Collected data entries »
package stats

// Tests of planning.go: printed worked examples of the Fisher-z sample
// size, the defining property of each search (the smallest n that meets
// the target), and a seeded simulation of the achieved power.

import (
	"math"
	"math/rand/v2"
	"testing"
)

func TestNForCorrelationPowerPrinted(t *testing.T) {
	t.Parallel()
	for _, tc := range []struct {
		source          string
		r, alpha, power float64
		want            int
	}{
		// Lachin (1981), Controlled Clinical Trials 2:93–113, as worked on
		// https://www2.ccrb.cuhk.edu.hk/stat/other/correlation.htm ("Example"):
		// r = 0.4, two-sided α = 0.05, power 80 % → n = 47.
		{"Lachin 1981 via CUHK", 0.4, 0.05, 0.80, 47},
		// Le, Introductory Biostatistics (Wiley 2003), Example 12.3, p. 455 (a
		// public copy at issuhub.com): ρ_A = 0.6, α = 0.05 (z = 1.96), power
		// 90 % (z = 1.28) → n = 25.
		{"Le 2003 Example 12.3", 0.6, 0.05, 0.90, 25},
	} {
		if got := NForCorrelationPower(tc.r, tc.alpha, tc.power); got != tc.want {
			t.Errorf("%s: NForCorrelationPower(%v, %v, %v) = %d, printed %d", tc.source, tc.r, tc.alpha, tc.power, got, tc.want)
		}
		if got := NForCorrelationPower(-tc.r, tc.alpha, tc.power); got != tc.want {
			t.Errorf("%s: negative r gives %d", tc.source, got)
		}
	}
}

// At the n returned the power reaches the target, one row fewer it does
// not (CorrelationPower includes the far tail the formula neglects, which
// is below 1e-3 here, so the bracket holds to that).
func TestNForCorrelationPowerBracket(t *testing.T) {
	t.Parallel()
	for _, r := range []float64{0.05, 0.1, 0.3, 0.5, 0.8, -0.45} {
		for _, power := range []float64{0.8, 0.9} {
			n := NForCorrelationPower(r, 0.05, power)
			if p := CorrelationPower(r, n, 0.05); p < power {
				t.Errorf("r=%v power %v: n=%d gives %.4f", r, power, n, p)
			}
			if n > 4 {
				if p := CorrelationPower(r, n-1, 0.05); p >= power+1e-3 {
					t.Errorf("r=%v power %v: n−1=%d already gives %.4f", r, power, n-1, p)
				}
			}
		}
	}
}

// A seeded simulation of the achieved power: bivariate normal with ρ =
// 0.3, n = NForCorrelationPower(0.3, 0.05, 0.8) rows, 4000 runs, each
// tested two-sided at 0.05 with the t test of Pearson's r (Pearson(…).P).
// The share of rejections must lie within 4 Monte Carlo SE of
// CorrelationPower(0.3, n, 0.05) (and of the 0.8 aimed at, plus the
// rounding up of n).
func TestCorrelationPowerSimulation(t *testing.T) {
	t.Parallel()
	const rho, alpha, runs = 0.3, 0.05, 4000
	n := NForCorrelationPower(rho, alpha, 0.8)
	want := CorrelationPower(rho, n, alpha)
	rng := rand.New(rand.NewPCG(85, 14))
	x, y := make([]float64, n), make([]float64, n)
	hits := 0
	for range runs {
		for i := range x {
			x[i] = rng.NormFloat64()
			y[i] = rho*x[i] + math.Sqrt(1-rho*rho)*rng.NormFloat64()
		}
		if Pearson(x, y, 0.95).P < alpha {
			hits++
		}
	}
	got := float64(hits) / runs
	se := math.Sqrt(want * (1 - want) / runs)
	if math.Abs(got-want) > 4*se {
		t.Errorf("n=%d: simulated power %.4f, Fisher-z power %.4f ± %.4f", n, got, want, 4*se)
	}
}

func TestNForCorrelationHalfWidth(t *testing.T) {
	t.Parallel()
	for _, tc := range []struct{ r, h, conf float64 }{
		{0, 0.1, 0.95}, {0.5, 0.1, 0.95}, {0.9, 0.02, 0.95}, {-0.7, 0.05, 0.9}, {0.3, 0.5, 0.95},
	} {
		n := NForCorrelationHalfWidth(tc.r, tc.h, tc.conf)
		if hw := FisherHalfWidth(tc.r, n, tc.conf); !(hw <= tc.h) {
			t.Errorf("%+v: n=%d gives half-width %v", tc, n, hw)
		}
		if n > 4 {
			if hw := FisherHalfWidth(tc.r, n-1, tc.conf); hw <= tc.h {
				t.Errorf("%+v: n−1=%d already gives %v", tc, n-1, hw)
			}
		}
	}
	// At r = 0 the half-width is tanh(z/√(n−3)); solve for n by hand:
	// n = 3 + (z_{0.975}/atanh 0.1)² = 3 + 379.7 → 383.
	z := NormalQuantile(0.975)
	want := int(math.Ceil(3 + math.Pow(z/math.Atanh(0.1), 2)))
	if got := NForCorrelationHalfWidth(0, 0.1, 0.95); got != want {
		t.Errorf("r=0, ±0.1: n = %d, closed form %d", got, want)
	}
}

func TestNForSlopeHalfWidth(t *testing.T) {
	t.Parallel()
	for _, tc := range []struct{ s, sx, h, conf float64 }{
		{1, 1, 0.1, 0.95}, {2, 0.5, 3, 0.95}, {0.3, 10, 0.001, 0.99}, {1, 1, 100, 0.95},
	} {
		n := NForSlopeHalfWidth(tc.s, tc.sx, tc.h, tc.conf)
		if hw := SlopeHalfWidth(tc.s, tc.sx, n, tc.conf); !(hw <= tc.h) {
			t.Errorf("%+v: n=%d gives half-width %v", tc, n, hw)
		}
		if n > 3 {
			if hw := SlopeHalfWidth(tc.s, tc.sx, n-1, tc.conf); hw <= tc.h {
				t.Errorf("%+v: n−1=%d already gives %v", tc, n-1, hw)
			}
		}
	}
	// The half-width at a given n agrees with the interval of a fitted
	// slope: with x having SD sx and residual SD s exactly as fitted,
	// CorrectForError's raw slope interval (scipy-checked) has the same width.
	x, y := agrGauges(40, 8)
	e := CorrectForError(x, y, 0, 0, 0.95)
	_, b, se, _ := agrOLS(x, y)
	_, sx := agrMeanSD(x)
	s := se * sx * math.Sqrt(39)
	agrCheck(t, "slope", e.Slope, b, 1e-13)
	agrCheck(t, "SlopeHalfWidth vs fitted interval", SlopeHalfWidth(s, sx, 40, 0.95), (e.SlopeHi-e.SlopeLo)/2, 1e-12)
}

func TestPlanningEdges(t *testing.T) {
	t.Parallel()
	for name, n := range map[string]int{
		"power r=0":     NForCorrelationPower(0, 0.05, 0.8),
		"power r=1":     NForCorrelationPower(1, 0.05, 0.8),
		"power alpha=0": NForCorrelationPower(0.3, 0, 0.8),
		"power NaN":     NForCorrelationPower(math.NaN(), 0.05, 0.8),
		"power 1e-9":    NForCorrelationPower(1e-9, 0.05, 0.8), // n ≈ 8e18, beyond 2⁴⁰
		"hw r=1":        NForCorrelationHalfWidth(1, 0.1, 0.95),
		"hw h=0":        NForCorrelationHalfWidth(0.3, 0, 0.95),
		"hw tiny":       NForCorrelationHalfWidth(0.3, 1e-9, 0.95),
		"slope s=0":     NForSlopeHalfWidth(0, 1, 0.1, 0.95),
		"slope conf=1":  NForSlopeHalfWidth(1, 1, 0.1, 1),
		"slope sx=Inf":  NForSlopeHalfWidth(1, math.Inf(1), 0.1, 0.95),
	} {
		if n != 0 {
			t.Errorf("%s: n = %d, want 0 (undefined)", name, n)
		}
	}
	if p := CorrelationPower(0.3, 3, 0.05); !math.IsNaN(p) {
		t.Errorf("CorrelationPower n=3: %v", p)
	}
	// At ρ = 0 the "power" is the size of the test.
	agrCheck(t, "power at r=0", CorrelationPower(0, 50, 0.05), 0.05, 1e-14)
}

func BenchmarkPlanning(b *testing.B) {
	b.Run("NForCorrelationHalfWidth", func(b *testing.B) {
		for b.Loop() {
			NForCorrelationHalfWidth(0.3, 0.01, 0.95)
		}
	})
	b.Run("NForSlopeHalfWidth", func(b *testing.B) {
		for b.Loop() {
			NForSlopeHalfWidth(1, 1, 0.001, 0.95)
		}
	})
	b.Run("NForCorrelationPower", func(b *testing.B) {
		for b.Loop() {
			NForCorrelationPower(0.1, 0.05, 0.8)
		}
	})
}

// The half-width of the limits' exact interval and the n that brings it to
// a target, against scipy 1.10.1: hw = sd·(stats.nct.ppf((1+c)/2, n−1,
// k·√n) − stats.nct.ppf((1−c)/2, n−1, k·√n))/(2√n), and the n found by
// stepping n = 2, 3, … until hw ≤ target (a loop in Python over the same
// calls; values printed with repr).
func TestLimitsHalfWidthScipy(t *testing.T) {
	t.Parallel()
	for _, c := range []struct {
		sd, k float64
		n     int
		conf  float64
		want  float64
	}{
		{38.76, 1.96, 17, 0.95, 35.528681088875324},
		{1, 1.96, 2, 0.95, 31.018081956576918},
		{2.5, 2, 100, 0.9, 0.7236780419478217},
		{1, 1.96, 5000, 0.95, 0.047388955036395716},
	} {
		if got := LimitsHalfWidth(c.sd, c.k, c.n, c.conf); math.Abs(got/c.want-1) > 1e-10 {
			t.Errorf("LimitsHalfWidth(%v, %v, %d, %v) = %.15g, scipy %.15g", c.sd, c.k, c.n, c.conf, got, c.want)
		}
	}
	for _, c := range []struct {
		sd, k, hw, conf float64
		want            int
	}{
		{38.76, 1.96, 15, 0.95, 79},
		{1, 1.96, 0.5, 0.95, 49},
		{1, 1.96, 0.1, 0.95, 1126},
		{2.5, 2, 1, 0.9, 54},
	} {
		if got := NForLimitsHalfWidth(c.sd, c.k, c.hw, c.conf); got != c.want {
			t.Errorf("NForLimitsHalfWidth(%v, %v, %v, %v) = %d, scipy search %d", c.sd, c.k, c.hw, c.conf, got, c.want)
		}
	}
	// At 10⁵ and 10⁶ items (where the answer comes from two steps of the
	// 1/√n law and a check): the smallest n whose half-width passes, the
	// answer of the plain search from 2 (the half-width falls with n).
	for _, hw := range []float64{0.01, 0.002} {
		ok := func(n int) bool { return LimitsHalfWidth(1, 1.96, n, 0.95) <= hw }
		got := NForLimitsHalfWidth(1, 1.96, hw, 0.95)
		if want := planSearch(2, ok); got != want || !ok(got) || ok(got-1) {
			t.Errorf("NForLimitsHalfWidth(1, 1.96, %v, 0.95) = %d, the search from 2 %d", hw, got, want)
		}
	}
	if NForLimitsHalfWidth(0, 1.96, 1, 0.95) != 0 || NForLimitsHalfWidth(1, 1.96, -1, 0.95) != 0 || !math.IsNaN(LimitsHalfWidth(1, 1.96, 1, 0.95)) {
		t.Error("undefined inputs should give 0 / NaN")
	}
}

PROBLEM STATEMENT »
Wherever the string "rand" appears in the entries above, return the line it appears on.

RESULT »
	"math/rand/v2"
	rng := rand.New(rand.NewPCG(85, 14))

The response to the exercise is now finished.